(Given records)
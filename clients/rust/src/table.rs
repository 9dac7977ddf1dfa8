//! The latest weights per experiment, as read from the weights topic: written by one follower,
//! read on every request without a lock (an immutable map swapped whole, `arc-swap`).

use std::collections::HashMap;
use std::sync::{Arc, Mutex};

use arc_swap::ArcSwap;
use serde::Deserialize;

use crate::hash::{arm_seed, Racer};

/// What the client holds of one experiment.
#[derive(Clone, Debug, PartialEq)]
pub struct Held {
    pub version: u64,
    /// `learning`, `frozen`, `concluded` or `retired`, as published.
    pub state: String,
    pub published_at_ms: i64,
    /// Arm names in ascending order, and beside each its seed and weight.
    pub names: Vec<Arc<str>>,
    pub racers: Vec<Racer>,
    /// Sum of the positive weights.
    pub total: f64,
    /// Retired (a message saying so, or a tombstone): the weights are not used any more.
    pub retired: bool,
}

/// What became of one message of the weights topic.
#[derive(Clone, Copy, Debug, PartialEq, Eq)]
pub enum Offered {
    Applied,
    /// Its version is not above the highest held for the experiment (also after a tombstone).
    IgnoredVersion,
    /// A tombstone, or a message with state `retired`.
    Retired,
    /// Not a weights message: no key, not JSON, a missing field, or weights that are negative,
    /// not finite, or all zero.
    Unreadable,
}

#[derive(Deserialize)]
struct Message {
    experiment: String,
    version: u64,
    state: String,
    published_at_ms: i64,
    #[serde(default)]
    weights: std::collections::BTreeMap<String, f64>,
}

/// The states a weights message may carry.
const STATES: [&str; 4] = ["learning", "frozen", "concluded", "retired"];

type Map = HashMap<Arc<str>, Arc<Held>, rustc_hash::FxBuildHasher>;

/// Experiment id → the weights held. Readers call [`Table::get`]; the writer offers messages and
/// then publishes what it changed with [`Table::publish`].
#[derive(Default)]
pub struct Table {
    current: ArcSwap<Map>,
    /// The writer's copy, and whether it differs from `current`.
    master: Mutex<(Map, bool)>,
}

impl Table {
    /// The weights held for `experiment`, without a lock.
    pub fn get(&self, experiment: &str) -> Option<Arc<Held>> {
        self.current.load().get(experiment).cloned()
    }

    /// Calls `f` with the experiment's id as held and the weights held for it, without a lock.
    pub fn with<R>(&self, experiment: &str, f: impl FnOnce(Option<(&Arc<str>, &Held)>) -> R) -> R {
        let map = self.current.load();
        f(map.get_key_value(experiment).map(|(k, h)| (k, &**h)))
    }

    /// Takes one message (its key, and its value: `None` for a tombstone). Readers see the change
    /// after the next [`Table::publish`]. The rules are the Python client's (`table.py`), so the
    /// two hold the same weights after the same messages: a message needs `experiment` (equal to
    /// the key when there is one), `version`, a known `state` and `published_at_ms`; one that is
    /// not retired needs weights, finite, not negative, and not all zero.
    pub fn offer(&self, key: Option<&[u8]>, value: Option<&[u8]>) -> Offered {
        let key = match key.map(std::str::from_utf8) {
            Some(Err(_)) => return Offered::Unreadable,
            Some(Ok(k)) => Some(k),
            None => None,
        };
        let mut master = self.master.lock().unwrap_or_else(|p| p.into_inner());
        let Some(value) = value else {
            let Some(id) = key.filter(|k| !k.is_empty()) else { return Offered::Unreadable };
            let retired = match master.0.get(id) {
                Some(h) if h.retired && h.names.is_empty() => return Offered::Retired,
                Some(h) => Held { retired: true, state: "retired".into(), names: Vec::new(), racers: Vec::new(), total: 0.0, ..(**h).clone() },
                None => Held { version: 0, state: "retired".into(), published_at_ms: 0, names: Vec::new(), racers: Vec::new(), total: 0.0, retired: true },
            };
            master.0.insert(Arc::from(id), Arc::new(retired));
            master.1 = true;
            return Offered::Retired;
        };
        let Ok(m) = serde_json::from_slice::<Message>(value) else { return Offered::Unreadable };
        if m.experiment.is_empty() || key.is_some_and(|k| k != m.experiment) || !STATES.contains(&m.state.as_str()) {
            return Offered::Unreadable;
        }
        let retired = m.state == "retired";
        if !retired && (m.weights.values().any(|w| !(w.is_finite() && *w >= 0.0)) || !m.weights.values().any(|w| *w > 0.0)) {
            return Offered::Unreadable;
        }
        if master.0.get(m.experiment.as_str()).is_some_and(|h| m.version <= h.version && !(h.version == 0 && h.names.is_empty())) {
            return Offered::IgnoredVersion;
        }
        let (names, racers): (Vec<Arc<str>>, Vec<Racer>) = if retired {
            (Vec::new(), Vec::new())
        } else {
            m.weights.iter().map(|(a, &w)| (Arc::from(a.as_str()), Racer { seed: arm_seed(a), weight: w })).unzip()
        };
        let total = racers.iter().map(|r| r.weight).filter(|w| *w > 0.0).sum();
        let held = Held { version: m.version, state: m.state, published_at_ms: m.published_at_ms, names, racers, total, retired };
        master.0.insert(Arc::from(m.experiment.as_str()), Arc::new(held));
        master.1 = true;
        if retired {
            Offered::Retired
        } else {
            Offered::Applied
        }
    }

    /// Makes what was offered since the last call visible to readers.
    pub fn publish(&self) {
        let mut master = self.master.lock().unwrap_or_else(|p| p.into_inner());
        if std::mem::take(&mut master.1) {
            self.current.store(Arc::new(master.0.clone()));
        }
    }

    /// How many experiments are held (retired ones included).
    pub fn len(&self) -> usize {
        self.current.load().len()
    }

    pub fn is_empty(&self) -> bool {
        self.len() == 0
    }
}

#[cfg(test)]
mod tests {
    use super::*;

    fn msg(version: u64, state: &str, weights: &str) -> Vec<u8> {
        format!(r#"{{"experiment":"e","version":{version},"state":"{state}","published_at_ms":5,"weights":{weights}}}"#).into_bytes()
    }

    #[test]
    fn versions_only_move_forward_through_tombstones_and_retirements() {
        let t = Table::default();
        assert_eq!(t.offer(Some(b"e"), Some(&msg(3, "learning", r#"{"b":0.4,"a":0.6}"#))), Offered::Applied);
        assert!(t.get("e").is_none(), "not visible before publish");
        t.publish();
        let h = t.get("e").expect("held");
        assert_eq!((h.version, &*h.names[0], h.racers[0].weight), (3, "a", 0.6), "arms in ascending order of name");
        assert_eq!(t.offer(Some(b"e"), Some(&msg(3, "learning", r#"{"a":1.0}"#))), Offered::IgnoredVersion);
        assert_eq!(t.offer(Some(b"e"), Some(&msg(2, "learning", r#"{"a":1.0}"#))), Offered::IgnoredVersion);
        assert_eq!(t.offer(Some(b"e"), Some(b"{")), Offered::Unreadable);
        assert_eq!(t.offer(Some(b"e"), Some(&msg(4, "learning", r#"{"a":-1.0,"b":2.0}"#))), Offered::Unreadable);
        assert_eq!(t.offer(Some(b"f"), Some(&msg(4, "learning", r#"{"a":1.0}"#))), Offered::Unreadable, "a key that is not its experiment");
        assert_eq!(t.offer(Some(b"e"), Some(&msg(4, "paused", r#"{"a":1.0}"#))), Offered::Unreadable, "an unknown state");
        assert_eq!(t.offer(Some(b"e"), Some(&msg(5, "retired", r#"{"a":1.0}"#))), Offered::Retired);
        assert_eq!(t.offer(Some(b"e"), None), Offered::Retired);
        t.publish();
        let h = t.get("e").expect("still held, as retired");
        assert!(h.retired && h.version == 5, "{h:?}");
        assert_eq!(t.offer(Some(b"never"), None), Offered::Retired);
        t.publish();
        assert!(t.get("never").is_some_and(|h| h.retired), "a tombstone of an experiment never seen marks it retired");
        let fresh = br#"{"experiment":"never","version":1,"state":"learning","published_at_ms":5,"weights":{"a":1.0}}"#;
        assert_eq!(t.offer(None, Some(fresh)), Offered::Applied, "then its first weights apply; no key: the experiment field");
        assert_eq!(t.offer(Some(b"e"), Some(&msg(5, "learning", r#"{"a":1.0}"#))), Offered::IgnoredVersion);
        assert_eq!(t.offer(Some(b"e"), Some(&msg(6, "learning", r#"{"a":1.0}"#))), Offered::Applied, "defined again, above every version");
        t.publish();
        assert!(!t.get("e").expect("held").retired);
    }
}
(End Given records)
→ To do
Working through the data above, find every line holding "bool" and copy it.

→ Task response
    pub retired: bool,
    master: Mutex<(Map, bool)>,
    pub fn is_empty(&self) -> bool {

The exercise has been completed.